In terms of points of disagreement with HTM, it looks like they’re seeing a sort of temporal pooling going on in L2/3: this agrees with broad HTM theory, but I think the current implementations wouldn’t exhibit this.

Currently, the set of active cells is selected based on the previous set, and so even for sequences that are themselves first-order, the L2/3 population, which is envisioned to model higher order sequences, would preserve contextual information about the whole history of the sequence.

Do you think this is an analysis effect introduced by the fact that they’re averaging over trials? Maybe on average you’ll see the same set of cells active at the same times, even though on a trial-by-trial basis they depend on the whole history of the TM population.

Yeah, I agree. The current temporal memory by itself wouldn’t exhibit it, but temporal pooling and the feedback paper we are working on would be consistent with this. We would see a stable representation that would be unique to the sequence, just as in their paper.

This is actually a point of consistency between the TM and their findings. Their “sustained code” includes a periodic component. There, specific cells become active at specific points in the sequence, just like the active cells in the TM. If you repeated the same short sequence over and over again in the TM (with either noise or resets in between), you’d see these “periodic” cells.

That’s true for sequences with resets or unpredictable noise between them. In these experiments however, the sequences repeat with no separation indicator. And of course the idea of an externally imposed boundary indicator is not very realistic. Has anyone at Numenta examined the behavior of high-order TM activity on short, repeated first-order sequences?

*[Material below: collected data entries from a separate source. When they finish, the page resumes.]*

import { randomBytes } from "node:crypto";
import { existsSync, readFileSync, renameSync, writeFileSync } from "node:fs";
import { Failure } from "../../app/platform/machine/failure.mjs";

/**
 * What a local cluster and the programs that use it keep secret. Made only together with a new cluster: the
 * master key opens what the cluster stores, so a key made later would open nothing.
 */

/**
 * @typedef {object} Secrets
 * @property {string} superuser password of the cluster's superuser `postgres`
 * @property {string} owner password of haleside_owner
 * @property {string} app password of haleside_app
 * @property {string} auth password of haleside_auth
 * @property {string} maintenance password of haleside_maintenance
 * @property {string} masterKey 32 bytes, base64
 * @property {string} betterAuth
 * @property {string} mailKey
 * @property {string} webhook `whsec_` and base64
 */

/** @returns {Secrets} */
export function makeSecrets() {
  const word = () => randomBytes(24).toString("base64url");
  return {
    superuser: word(),
    owner: word(),
    app: word(),
    auth: word(),
    maintenance: word(),
    masterKey: randomBytes(32).toString("base64"),
    betterAuth: randomBytes(32).toString("base64"),
    mailKey: `re_local_${randomBytes(12).toString("hex")}`,
    webhook: `whsec_${randomBytes(24).toString("base64")}`,
  };
}

/**
 * The secrets kept beside a cluster.
 *
 * @param {string} file
 * @returns {Secrets | undefined}
 */
export function readSecrets(file) {
  if (!existsSync(file)) return undefined;
  try {
    return { ...makeSecrets(), ...JSON.parse(readFileSync(file, "utf8")) };
  } catch {
    throw new Failure(
      `The secrets beside the local database (${file}) cannot be read.`,
      "Put the file back from a backup, or begin again with: npm run reset",
    );
  }
}

/**
 * Keep the secrets where only this user can read them.
 *
 * @param {string} file
 * @param {Secrets} secrets
 */
export function writeSecrets(file, secrets) {
  writeFileSync(`${file}.new`, `${JSON.stringify(secrets, null, 2)}\n`, { mode: 0o600 });
  renameSync(`${file}.new`, file);
}

/**
 * The secrets that an `.env` made for an earlier cluster still holds. What it does not hold is made new.
 *
 * @param {Record<string, string>} made the made part of the `.env`
 * @returns {Secrets | undefined} undefined when it holds no master key
 */
export function secretsFromEnvironment(made) {
  const masterKey = made.HALESIDE_MASTER_KEY;
  if (!masterKey || Buffer.from(masterKey, "base64").length !== 32) return undefined;
  const fresh = makeSecrets();
  return {
    superuser: fresh.superuser,
    owner: passwordOf(made.DATABASE_OWNER_URL) ?? fresh.owner,
    app: passwordOf(made.DATABASE_URL) ?? fresh.app,
    auth: passwordOf(made.DATABASE_AUTH_URL) ?? fresh.auth,
    maintenance: passwordOf(made.DATABASE_MAINTENANCE_URL) ?? fresh.maintenance,
    masterKey,
    betterAuth: made.BETTER_AUTH_SECRET ?? fresh.betterAuth,
    mailKey: made.RESEND_API_KEY ?? fresh.mailKey,
    webhook: made.RESEND_WEBHOOK_SECRET ?? fresh.webhook,
  };
}

/** @param {string | undefined} url */
function passwordOf(url) {
  if (!url || !URL.canParse(url)) return undefined;
  // Only what we make ourselves goes on: it is set in SQL, where a quote would end the text.
  const { password } = new URL(url);
  return /^[\w-]{16,}$/.test(password) ? password : undefined;
}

What I would expect to see is a diverging activity pattern that, if it ever repeats, does so only by chance. This would disagree with the results in the paper.

Noise (or an extra delay) between sequences is pretty realistic, but I don’t think they are doing that here.

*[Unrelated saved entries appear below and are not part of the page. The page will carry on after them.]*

import { hashToken, linkToken } from "~/features/accounts/tokens.server";
import { contentPlace } from "~/features/notices/composing.server";
import { answerText, type NoticeContent } from "~/features/notices/notice-content";
import { draftPlainWords, sayWhere } from "~/features/notices/plain-words";
import { eventPlace } from "~/features/notices/records.server";
import { masterKey } from "~/platform/crypto/keys.server";
import { keyedHash } from "~/platform/crypto/sealing.server";
import { deliveries, noticeEvents, noticeLinks, notices } from "~db/schema";
import type { Notice } from "../scenario/types";
import { byKey, find, insertRows, type Loading } from "./loading";

const linkDays = 14;

/** The notices of the last weeks with all that became of them. Every delivery is settled: nothing is left to send. */
export async function loadNotices(loading: Loading) {
  const { tx, own, organisationId, id, person, at, seals } = loading;
  const contentOf = contents(loading);
  const athletes = byKey(own.athletes);
  const guardians = byKey(own.guardians);
  const injuries = byKey(own.injuries);
  await insertRows(
    tx,
    notices,
    own.notices.map((notice) => {
      const row = id("notice", notice.key);
      const answer = answerText(row, find(athletes, notice.athlete).dateOfBirth);
      return {
        organisationId,
        id: row,
        injuryId: id("injury", notice.injury),
        athleteId: id("athlete", notice.athlete),
        guardianId: id("guardian", notice.guardian),
        urgency: notice.urgent ? "urgent" : "routine",
        language: find(guardians, notice.guardian).language,
        content: seals.sealRequired(contentPlace(row), JSON.stringify(contentOf(notice))),
        answerHash: keyedHash(masterKey(), "notice answer", answer),
        createdBy: person(find(injuries, notice.injury).loggedBy),
        createdAt: at(notice.sentAt),
      };
    }),
  );
  await insertRows(
    tx,
    noticeLinks,
    own.notices.map(({ key, sentAt }) => {
      const row = id("notice link", key);
      const expiresAt = new Date(at(sentAt).getTime() + linkDays * 24 * 3600 * 1000);
      return {
        organisationId,
        id: row,
        noticeId: id("notice", key),
        tokenHash: hashToken(linkToken("notice", row, expiresAt)),
        createdAt: at(sentAt),
        expiresAt,
      };
    }),
  );
  await insertRows(
    tx,
    deliveries,
    own.notices.map((notice) => ({
      organisationId,
      id: id("delivery", notice.key),
      template: "notice",
      noticeId: id("notice", notice.key),
      guardianId: id("guardian", notice.guardian),
      parameters: { linkId: id("notice link", notice.key) },
      state: notice.bouncedAt ? "bounced" : notice.deliveredAt ? "delivered" : "sent",
      attempts: 1,
      lastError: notice.bouncedAt ? "bounced" : null,
      createdAt: at(notice.sentAt),
      sentAt: at(notice.sentAt),
      deliveredAt: notice.deliveredAt ? at(notice.deliveredAt) : null,
      failedAt: notice.bouncedAt ? at(notice.bouncedAt) : null,
      urgent: notice.urgent,
    })),
  );
  await insertRows(
    tx,
    noticeEvents,
    own.notices.flatMap((notice) => {
      const by = person(find(injuries, notice.injury).loggedBy);
      return eventsOf(notice).map(({ kind, at: moment, detail }) => {
        const row = id("notice event", `${notice.key} ${kind}`);
        const isOurs = kind === "written" || kind === "phoned";
        return {
          organisationId,
          id: row,
          noticeId: id("notice", notice.key),
          kind,
          detail: seals.seal(eventPlace(row), detail),
          by: isOurs ? by : null,
          at: at(moment),
        };
      });
    }),
  );
}

type Event = { kind: string; at: string; detail?: string };

function eventsOf(notice: Notice): Event[] {
  const event = (kind: string, moment: string | null | undefined, detail?: string): Event[] =>
    moment ? [{ kind, at: moment, ...(detail ? { detail } : {}) }] : [];
  return [
    ...event("written", notice.sentAt),
    ...event("phoned", notice.call?.at, notice.call?.words),
    ...event("opened", notice.openedAt),
    ...event("acknowledged", notice.acknowledgedAt),
    ...event("call_requested", notice.callAskedAt),
  ];
}

/** What stands behind the link, drafted from the record as the athletic trainer would send it. */
function contents({ own }: Loading) {
  const athletes = byKey(own.athletes);
  const injuries = byKey(own.injuries);
  const sessions = byKey(own.sessions);
  const teams = byKey(own.teams);
  const venues = byKey(own.venues);
  const people = byKey(own.people);
  return (notice: Notice): NoticeContent => {
    const injury = find(injuries, notice.injury);
    const { givenName } = find(athletes, notice.athlete);
    const session = injury.session === null ? undefined : find(sessions, injury.session);
    const {
      area: bodyArea,
      side,
      signs,
      onset,
      contact,
      movement,
      couldContinue,
      suspectedConcussion,
    } = injury;
    const caller = find(people, injury.loggedBy);
    const words = draftPlainWords({
      givenName,
      bodyArea,
      side,
      signs,
      onset,
      contact,
      movement,
      couldContinue,
      suspectedConcussion,
      firstCare: [],
      referredTo: [],
    });
    return {
      childName: givenName,
      day: injury.at.slice(0, 10),
      time: injury.at.slice(11),
      where: sayWhere({
        outsideSport: injury.outsideOrganisedSport,
        kind: session?.kind ?? null,
        team: session ? find(teams, session.team).name : null,
        venue: session?.venue ? find(venues, session.venue).name : null,
      }),
      ...words,
      call: { name: `${caller.givenName} ${caller.familyName}`, phone: caller.phone, hours: null },
    };
  };
}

With pure repeats, the TM representation might not diverge if you had feedback from the stable representation. You could use feedback to get the TM to stay locked on to the same high order pattern. Another possible tweak is a hysteresis on winner cells. The tradeoff would be a reduced ability to handle high order sequences containing repeated elements.

We’ve tried a few variations in how feedback impacts which cells become active. Each variation comes with some tradeoffs.